La situation semble s'être clarifiée, pour certains du moins, mais je vais jeter un nouveau pavé dans la mare… Selon Bescherelle, les deux constructions n'ont pas tout à fait le même sens ! En effet (c'est moi qui graisse et souligne) :


> [_aimer mieux … que …_] se dit quand il s’agit d’une préférence de *goût* : _J’aime mieux danser que chanter_ ; [_aimer mieux … que de …_] quand il s’agit d’une  préférence de *volonté* : _J’aime  mieux lui pardonner que  de le réduire au  désespoir_.


Je ne crois pas que je souscrive vraiment à la différence que fait Bescherelle, mais quoi qu'il en soit, aucune des deux constructions ne me choque vraiment dans l'exemple qui nous occupe.


----------



## itka

[...]
Je suis désolée, mais je persiste à dire que ce *d'* n'a pas de raison d'être : il n'apporte ni ne modifie rien au sens de la phrase. On peut l'ajouter ou le supprimer sans rien changer à la compréhension. 

D'après Bescherelle, il y aurait une différence de sens, ce qui éclaire autrement la question, mais personnellement, je ne ressens pas cette différence et je doute fortement que ceux qui emploient cette particule le fassent pour exprimer quelque chose.
C'est à vous de dire si vous faites une différence de sens entre ces deux phrases :
_J'aime mieux être orphelin que d'être mort_
_J'aime mieux être orphelin qu'être mort_
Moi, je n'en fais pas.


----------



## Nicomon

itka said:


> C'est à vous de dire si vous faites une différence de sens entre ces deux phrases :
> _J'aime mieux être orphelin que d'être mort
> J'aime mieux être orphelin qu'être mort_
> Moi, je n'en fais pas.



Salut itka,

Un différence de *sens*... non. Je n'en fais pas non plus.
Mais une différence de *son*... oui.  Je trouve ce d' agaçant.

Et je pense comme toi que ce *d'/de * - que la BDL dit « facultatif » (voir lien donné par Geostan, au post #11) - est ma foi... superfétatoire.


----------



## janpol

Grevisse évoque l'emploi de ce "de" dans un paragraphe intitulé : "DE s'emploie comme outil grammatical ou cheville syntaxique facultativement devant l'infinitif employé comme second terme de comparaison..." puis il mentionne la différence de sens notée par Bescherelle.
Cette différence ferait donc de cette préposition une cheville syntaxique plutôt qu'un outil grammatical (car dans un rôle d'"outil", elle serait plutôt agrammaticale) mais, dans ce cas, on peut s'étonner de l'aspect facultatif de cet emploi : si ce "de" sert à exprimer autre chose, sa présence devrait être absolument proscrite lorsque l'on veut exprimer une préférence de goût et absolument obligatoire lorsque l'on veut montrer une préférene de volonté.
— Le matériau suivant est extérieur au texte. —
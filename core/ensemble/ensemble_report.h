// Ensemble results as text: the JSON of `tledger ensemble --json` (DESIGN.md 5.3, keys
// only ever added), the readable table, the partial result of a slice (sufficient
// statistics, read back by `tledger ensemble-merge`), the kept draws as CSV, and the
// settings stored with a run in a project.
//
// Everything here is a function of EnsembleStatistics alone (never of thread count or
// of how the draws were split), so a merged result prints the same bytes as one run.
#pragma once

#include <optional>
#include <string>
#include <string_view>

#include "core/ensemble/ensemble.h"
#include "core/model/problem.h"

namespace tl::ensemble {

inline constexpr const char* kPartialFormat = "tledger-ensemble-partial";
inline constexpr int kPartialVersion = 1;
// What the ensemble holds at the point value (ensemble_inputs.h), said in every report.
inline constexpr const char* kHeldFixed = "catch, U, BA, E, detritus import and detritus routing";

std::string ensembleJson(const EnsembleStatistics& stats);
std::string ensembleTable(const EnsembleStatistics& stats);

std::string partialJson(const EnsembleStatistics& stats);
// `file` names the source in problems. Nothing is returned when the text is not a
// partial result of this format (problems say what is wrong).
std::optional<EnsembleStatistics> readPartialJson(std::string_view text, const std::string& file, Problems& problems);

// Header: draw, the drawn inputs, the outputs; one row per kept draw, shortest exact numbers.
std::string keptDrawsCsv(const KeptDraws& kept);

std::string ensembleSettingsJson(const EnsembleSettings& settings, const std::string& scenario);

}  // namespace tl::ensemble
L'ennui, c'est que personne n'a évoqué cette différence de sens depuis l'ouverture du fil. Quand Maître Capello l'a fait, il a immédiatement précisé (j'espère que je ne trahis pas sa pensée) qu'il ne croyait pas souscrire lui-même à cette idée (que personne ne défend). 
Beaucoup de flou, donc. Un rôle de "cheville syntaxique... facultative"... dont personne n'a entendu parler. On ne doit pas être loin de l'inutilité dont parle Itka.


----------



## Grop

Quant à moi, j'aime bien ce _de_ facultatif (même si j'ai douté qu'il soit correct). Je crois que je l'utilisais déjà dans un contexte peu formel, de toute façon.


----------



## quinoa

Something comes to my mind.
In Old French, there are three structures for the verb "aimer" :

aimer +infinitive (the most common nowadays)
aimer à + infinitive (still in use)
aimer de + infinitive (extinct)

So "aimer mieux .... que *de* ...." could be the remains of this structure. Things could appear more logical.


----------